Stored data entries
....................

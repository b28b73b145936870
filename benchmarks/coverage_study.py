"""Coverage study: does the reported std_uncertainty cover the truth (issue 14)?

A seeded simulation of a **synthetic** scenario (three invented components with
overlapping Gaussian bands, 400–700 nm at 1 nm, peak absorbance 0.1–1.5 AU, σ_A =
0.002 AU; benchmarks/coverage_sim.py) under the conditions of issue 14's Acceptance:

1. exact library, white noise;
2. library built from 5 standards per component, 1.5 % independent preparation error;
3. as 2, plus a 1.5 % shared-stock error per component (one draw per lab);
4. exact library, noise correlated over 4 nm (Gaussian-smoothed, same marginal σ);
5. exact library, stray light 0.1 %, peak absorbance up to 3;
6. exact library, triplicate plate means (``analyse_plate``) of absent components.

Each condition simulates ``--trials`` independent labs (one library each, re-drawn per
lab) measuring ``--samples`` samples each, and fits every spectrum twice with the public
API: with the defaults a user gives (window 400–700 nm, NNLS) and, as a careful user
would, also stating the noise (σ_A and the stray fraction) with ``noise=``. For every
result z = (estimate − truth)/std_uncertainty; the table gives P(|z| < 2) over all
components, samples and labs (target band 0.90–0.99; honest ≈ 0.954), the median |z|
(honest ≈ 0.674), the mean z (bias; honest ≈ 0), the share of results whose spectrum
was flagged ``lack_of_fit`` or ``structured_residual`` (the user was warned) and the
number of results.

Run: ``python benchmarks/coverage_study.py [--trials N] [--samples M] [--seed S]``.
A measurement, not a test: it changes nothing and asserts nothing.
"""

from __future__ import annotations

import argparse
import time

from coverage_sim import CONDITIONS, TARGET_BAND, run_condition

import mixsolve as ms


def main() -> None:
    parser = argparse.ArgumentParser(description=__doc__.splitlines()[0])
    parser.add_argument("--trials", type=int, default=100,
                        help="simulated labs per condition (one library each) [100]")
    parser.add_argument("--samples", type=int, default=30,
                        help="samples measured per lab [30]")
    parser.add_argument("--seed", type=int, default=14, help="seed of the whole study [14]")
    parser.add_argument("--via", choices=("api", "cli"), default="api",
                        help="call the Python API, or run every lab through the command line "
                        "(library import/build and unmix on files; conditions 1-5, the "
                        "defaults fit) [api]")
    args = parser.parse_args()
    if args.trials < 1 or args.samples < 1:
        parser.error("--trials and --samples must be at least 1")
    start = time.perf_counter()
    conditions = [c for c in CONDITIONS if args.via == "api" or not c.replicates]
    rows = [row for cond in conditions
            for row in run_condition(cond, args.trials, args.samples, args.seed,
                                     via=args.via)]
    elapsed = time.perf_counter() - start
    low, high = TARGET_BAND
    print(f"mixsolve {ms.__version__} coverage study (synthetic data): seed {args.seed}, "
          f"{args.trials} labs x {args.samples} samples per condition, through the "
          f"{'Python API' if args.via == 'api' else 'command line'}")
    print(f"target P(|z|<2) in [{low:.2f}, {high:.2f}]; honest: P 0.954, median |z| 0.674, "
          "mean z 0")
    header = (f"{'condition':<16} {'fit':<13} {'P(|z|<2)':>9} {'in band':>8} "
              f"{'median|z|':>10} {'mean z':>8} {'flagged':>8} {'results':>8}")
    print(header)
    print("-" * len(header))
    for row in rows:
        print(f"{row.condition:<16} {row.fit:<13} {row.p_within_2u:>9.3f} "
              f"{'yes' if row.in_band else 'NO':>8} {row.median_abs_z:>10.2f} "
              f"{row.mean_z:>8.2f} {row.doubted:>8.2f} {row.n_results:>8}")
    print(f"({elapsed:.0f} s)")


if __name__ == "__main__":
    main()
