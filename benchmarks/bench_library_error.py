"""Cost of the library's error in ``unmix``: the same call with and without error patterns.

Same invented problem as ``bench_nnls.py`` (300 wavelengths, 5 components, ~30 % absent).
The library is built with ``build_library`` from five synthetic standards per component,
each declared to 1.5 % with a shared stock declared to 1.5 %, so it carries 35 error
patterns (25 standards' scatter, 5 preparation, 5 stock). Timed in this one process, best of
``--repeat``:

- ``with``: ``unmix`` with that library (u_library computed for every spectrum);
- ``without``: the same library with its ``error_pattern`` variable and ``u_absorptivity``
  dropped (no library error stated: u_library = 0, nothing propagated), i.e. what every
  call cost before the library's error was propagated.

The ratio with/without is the target of issue 14 (no worse than 1.3). Printed for the
engine ``auto`` picks and for the numpy engine, eager, and for a dask-backed run.

With ``--noise PRESET`` (or a σ_A in AU) every call also states the noise, so the
lack-of-fit test runs, and with the library's error it adds the error the library leaves
in the residual (a product of m·n² per spectrum).

Run: ``python benchmarks/bench_library_error.py [--sizes 10000,100000] [--noise PRESET]``.
Never a test.
"""

from __future__ import annotations

import argparse
import os
import warnings

import numpy as np
import pandas as pd
import xarray as xr
from bench_nnls import WAVELENGTHS_NM, best_of, design, spectra
from bench_unmix import labelled

import mixsolve as ms
from mixsolve.solve.engine import ENGINE_VARIABLE


def library_from_standards(k: np.ndarray, seed: int = 7) -> xr.Dataset:
    """Five synthetic standards per component (1.5 % preparation, 1.5 % stock, declared)."""
    rng = np.random.default_rng(seed)
    rows, readings = [], []
    for j in range(k.shape[1]):
        stock = 1.0 + 0.015 * rng.standard_normal()
        for level in (0.2, 0.4, 0.6, 0.8, 1.0):
            nominal = level / k[:, j].max()
            actual = nominal * stock * (1.0 + 0.015 * rng.standard_normal())
            readings.append(k[:, j] * actual + 0.002 * rng.standard_normal(k.shape[0]))
            rows.append({"sample": f"c{j}_{level:g}", "component": f"c{j}",
                         "concentration": nominal, "unit": "g/L",
                         "u_concentration": 0.015 * nominal, "stock": f"stock {j}",
                         "u_stock_rel": 0.015})
    sheet = pd.DataFrame(rows)
    standards = ms.make_spectra(np.array(readings), WAVELENGTHS_NM, sheet["sample"].tolist())
    return ms.build_library(standards, sheet, source="invented benchmark standards")


def main() -> None:
    parser = argparse.ArgumentParser(description=__doc__.splitlines()[0])
    parser.add_argument("--sizes", default="10000,100000")
    parser.add_argument("--chunk", type=int, default=32768)
    parser.add_argument("--repeat", type=int, default=3)
    parser.add_argument("--noise", default=None,
                        help="state a noise preset or σ_A (AU) to every call, so the lack-of-fit "
                        "test runs too (with the library's error left in the residual) [none]")
    args = parser.parse_args()
    options = {} if args.noise is None else {
        "noise": float(args.noise) if args.noise[0].isdigit() else args.noise}
    warnings.simplefilter("ignore")
    k = design()
    with_error = library_from_standards(k)
    without = with_error.drop_vars(["error_pattern", "error_kind", "error_source"])
    without["u_absorptivity"][:] = np.nan
    print(f"noise stated: {args.noise or 'none (no lack-of-fit test)'}")
    print(f"library: {with_error.sizes['error_source']} error patterns, "
          f"{with_error.sizes['component']} components, {with_error.sizes['wavelength']} "
          "wavelengths")
    ms.unmix(labelled(spectra(500, k)), with_error)  # warm up
    print(f"load average before: {' '.join(f'{v:.2f}' for v in os.getloadavg())}")
    print(f"{'N':>9} {'run':<14} {'with s':>9} {'without s':>10} {'ratio':>7}")
    for n in (int(s) for s in args.sizes.split(",")):
        sp = labelled(spectra(n, k))
        runs = {
            "eager, auto": lambda lib, sp=sp: ms.unmix(sp, lib, **options),
            "eager, numpy": None,
            "dask, auto": lambda lib, sp=sp: ms.unmix(sp.chunk({"sample": args.chunk}), lib,
                                                      **options)
            .drop_vars(["fitted", "residual"]).compute(),
        }
        for name, run in runs.items():
            if name == "eager, numpy":
                os.environ[ENGINE_VARIABLE] = "numpy"
                run = runs["eager, auto"]
            try:
                t_with = best_of(args.repeat, lambda run=run: run(with_error))
                t_without = best_of(args.repeat, lambda run=run: run(without))
            finally:
                os.environ.pop(ENGINE_VARIABLE, None)
            print(f"{n:>9} {name:<14} {t_with:>9.3f} {t_without:>10.3f} "
                  f"{t_with / t_without:>7.2f}")
    print(f"load average after: {' '.join(f'{v:.2f}' for v in os.getloadavg())}")


if __name__ == "__main__":
    main()
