def test_unmix_prints_results_without_writing(tmp_path, files, monkeypatch, cli):
    monkeypatch.chdir(tmp_path)
    result = cli.ok("unmix", files["lib"], files["mix"])
    lines = result.stdout.splitlines()
    assert lines[0] == "Concentrations by classical least squares (nnls, baseline none)"
    assert "  wavelengths   31 used, 400-700 nm" in lines
    assert "  pathlength    1 cm" in lines
    assert any(line.startswith("mix_1 ") for line in lines)
    assert any(line.startswith("mix_2 ") for line in lines)
    assert result.stderr == ""
    assert list(tmp_path.iterdir()) == []


def test_unmix_out_csv(tmp_path, files, cli):
    out = tmp_path / "results.csv"
    result = cli.ok("unmix", files["lib"], files["mix"], "--out", out)
    assert result.stderr == f"wrote {out}\n"
    table = read_results(out)
    assert list(table.columns[: len(RESULT_COLUMNS) - 1]) == RESULT_COLUMNS[:-1]
    assert "sample_flags" in table.columns
    assert len(table) == 4
    assert list(table["sample"]) == ["mix_1", "mix_1", "mix_2", "mix_2"]
    assert list(table["component"]) == ["red", "blue", "red", "blue"]
    assert set(table["unit"]) == {"mol/L"}
    assert (table["sample_flags"] == "").all()
    for sample, truth in MIXTURES.items():
        for component, value in truth.items():
            assert conc(table, sample, component) == pytest.approx(value, rel=0.05)
    assert (table["std_uncertainty"] > 0).all()
    assert leftovers(tmp_path) == []


def test_unmix_out_relative_path_and_mode(tmp_path, files, monkeypatch, cli):
    monkeypatch.chdir(tmp_path)
    old = os.umask(0o022)
    try:
        cli.ok("unmix", files["lib"], files["mix"], "--out", "results.csv")
    finally:
        os.umask(old)
    out = tmp_path / "results.csv"
    assert out.is_file()
    # written through a private temporary file, but readable like any other new file
    assert stat.S_IMODE(out.stat().st_mode) == 0o644
    assert leftovers(tmp_path) == []


def test_unmix_exact_data_recovers_truth(tmp_path, files, cli):
    out = tmp_path / "r.csv"
    cli.ok("unmix", files["lib"], files["exact"], "--method", "ols", "--out", out)
    table = read_results(out)
    for sample, truth in MIXTURES.items():
        for component, value in truth.items():
            assert conc(table, sample, component) == pytest.approx(value, rel=1e-5)


@pytest.mark.parametrize("key", ["long", "xlsx"])
def test_unmix_other_formats(tmp_path, files, key, cli):
    out = tmp_path / "r.csv"
    cli.ok("unmix", files["lib"], files[key], "--out", out)
    table = read_results(out)
    assert conc(table, "mix_1", "red") == pytest.approx(2.0e-5, rel=0.05)


def test_unmix_window(tmp_path, files, cli):
    out = tmp_path / "r.csv"
    result = cli.ok("unmix", files["lib"], files["mix"], "--window", "420-680", "--out", out)
    # both ends included: 420, 430, ..., 680 nm
    assert "  wavelengths   27 used, 420-680 nm" in result.stdout.splitlines()
    assert conc(read_results(out), "mix_2", "blue") == pytest.approx(
        MIXTURES["mix_2"]["blue"], rel=0.05)


def test_unmix_window_with_colon(files, cli):
    result = cli.ok("unmix", files["lib"], files["mix"], "--window", "500:600")
    assert "  wavelengths   11 used, 500-600 nm" in result.stdout.splitlines()


def test_unmix_wavelengths(tmp_path, files, cli):
    out = tmp_path / "r.csv"
    result = cli.ok("unmix", files["lib"], files["exact"], "--wavelengths", "620,450,530",
                    "--out", out)
    assert "  wavelengths   3 used, 450-620 nm" in result.stdout.splitlines()
    assert conc(read_results(out), "mix_1", "red") == pytest.approx(2.0e-5, rel=1e-6)


def test_unmix_methods_and_flags(tmp_path, files, cli):
    nnls, ols = tmp_path / "nnls.csv", tmp_path / "ols.csv"
    result = cli.ok("unmix", files["lib"], files["flagged"], "--out", nnls)
    assert "at_zero:blue" in result.stdout
    table = read_results(nnls)
    flags = dict(zip(table["sample"], table["sample_flags"], strict=False))
    assert flags["clean"] == ""
    assert "at_zero:blue" in flags["odd"].split(";")
    assert conc(table, "odd", "blue") == 0.0

    result = cli.ok("unmix", files["lib"], files["flagged"], "--method", "ols", "--out", ols)
    assert result.stdout.startswith("Concentrations by classical least squares (ols,")
    table = read_results(ols)
    flags = dict(zip(table["sample"], table["sample_flags"], strict=False))
    assert flags["clean"] == ""
    assert "negative:blue" in flags["odd"].split(";")
    assert "at_zero:blue" not in flags["odd"]
    assert conc(table, "odd", "blue") == pytest.approx(-0.5e-5, rel=0.1)


def test_unmix_baseline_offset(tmp_path, files, cli):
    plain, fitted = tmp_path / "plain.csv", tmp_path / "offset.csv"
    cli.ok("unmix", files["lib"], files["offset"], "--method", "ols", "--out", plain)
    result = cli.ok("unmix", files["lib"], files["offset"], "--method", "ols", "--baseline",
                    "offset", "--out", fitted)
    assert "baseline offset)" in result.stdout.splitlines()[0]
    # without the offset term the 0.05 AU offset biases the result; with it, it does not
    red = MIXTURES["mix_2"]["red"]
    assert conc(read_results(plain), "mix_2", "red") != pytest.approx(red, rel=0.05)
    assert conc(read_results(fitted), "mix_2", "red") == pytest.approx(red, rel=1e-6)


def test_unmix_baseline_linear(tmp_path, files, cli):
    out = tmp_path / "linear.csv"
    result = cli.ok("unmix", files["lib"], files["sloped"], "--baseline", "linear", "--out", out)
    assert "baseline linear)" in result.stdout.splitlines()[0]
    table = read_results(out)
    for sample, truth in MIXTURES.items():
        for component, value in truth.items():
            assert conc(table, sample, component) == pytest.approx(value, rel=1e-6)


def test_unmix_pathlength(tmp_path, files, cli):
    out = tmp_path / "r.csv"
    result = cli.ok("unmix", files["lib"], files["exact"], "--pathlength", "0.5", "--out", out)
    assert "  pathlength    0.5 cm" in result.stdout.splitlines()
    assert conc(read_results(out), "mix_1", "blue") == pytest.approx(6.0e-5, rel=1e-6)


@pytest.mark.parametrize(("unit", "factor"), [("umol/L", 1e6), ("µmol/L", 1e6),
                                              ("mmol/L", 1e3), ("M", 1.0)])
def test_unmix_unit_same_basis(tmp_path, files, unit, factor, cli):
    out = tmp_path / "r.csv"
    result = cli.ok("unmix", files["lib"], files["exact"], "--unit", unit, "--out", out)
    assert f"  unit          {unit}, value ± standard uncertainty" in result.stdout
    table = read_results(out)
    assert set(table["unit"]) == {unit}
    assert conc(table, "mix_1", "red") == pytest.approx(2.0e-5 * factor, rel=1e-6)


def test_unmix_unit_mass_needs_molar_mass(tmp_path, files, cli):
    out = tmp_path / "r.csv"
    cli.ok("unmix", files["lib"], files["exact"], "--unit", "mg/L", "--out", out)
    table = read_results(out)
    # mol/L × g/mol × 1000 mg/g
    assert conc(table, "mix_1", "red") == pytest.approx(2.0e-5 * 500 * 1e3, rel=1e-6)
    assert conc(table, "mix_1", "blue") == pytest.approx(3.0e-5 * 800 * 1e3, rel=1e-6)


def test_unmix_all_options_together(tmp_path, files, cli):
    out = tmp_path / "r.csv"
    result = cli.ok("unmix", files["lib"], files["offset"], "--window", "400-700", "--method",
                    "nnls", "--baseline", "offset", "--pathlength", "1", "--unit", "umol/L",
                    "--out", out)
    assert result.stderr == f"wrote {out}\n"
    table = read_results(out)
    assert conc(table, "mix_2", "blue") == pytest.approx(MIXTURES["mix_2"]["blue"] * 1e6,
                                                          rel=1e-6)


def test_unmix_overwrites_existing_out(tmp_path, files, cli):
    out = tmp_path / "r.csv"
    out.write_text("old contents\n")
    cli.ok("unmix", files["lib"], files["mix"], "--out", out)
    assert list(read_results(out).columns[:2]) == ["sample", "component"]
    assert leftovers(tmp_path) == []


def test_unmix_missing_readings_are_flagged(tmp_path, files, cli):
    spectra = tmp_path / "gaps.csv"
    cols = mixture_columns(noise_au=1e-3)
    cols["mix_1"][3] = np.nan
    write_wide(spectra, cols)
    out = tmp_path / "r.csv"
    cli.ok("unmix", files["lib"], spectra, "--out", out)
    table = read_results(out)
    flags = dict(zip(table["sample"], table["sample_flags"], strict=False))
    assert flags["mix_1"] == "missing_readings"
    assert flags["mix_2"] == ""


def test_unmix_spectra_beyond_library_warn(tmp_path, files, cli):
    wide = np.arange(380.0, 721.0, 10.0)
    spectra = write_wide(tmp_path / "wide.csv",
                         {"m": mixture_absorbance(MIXTURES["mix_1"], wide)}, wl=wide)
    result = cli.ok("unmix", files["lib"], spectra)
    assert result.stderr.startswith("warning: 4 measured wavelength(s) outside the library")
    assert result.stderr.count("\n") == 1
    assert "lie outside the library and were left out (380-720 nm)" in result.stdout


# --- demo --------------------------------------------------------------------------------


def test_demo(tmp_path, cli):
    pytest.importorskip("mixsolve.workflows.demo")
    out = tmp_path / "demo_out"
    result = cli.ok("demo", "--out", out)
    assert "synthetic" in result.stdout.lower()
    assert "Concentrations by classical least squares" in result.stdout
    written = sorted(p.name for p in out.iterdir())
    assert "library.nc" in written
    assert "results.csv" in written
    assert leftovers(out) == []
    ms.read_library(out / "library.nc")
    table = read_results(out / "results.csv")
    for column in RESULT_COLUMNS:
        assert column in table.columns
    assert len(table) > 0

....................

For each line of the entries that holds the word "runs", pull that line out.

lack-of-fit test runs, and with the library's error it adds the error the library leaves
                        "test runs too (with the library's error left in the residual) [none]")
        runs = {
        for name, run in runs.items():
                run = runs["eager, auto"]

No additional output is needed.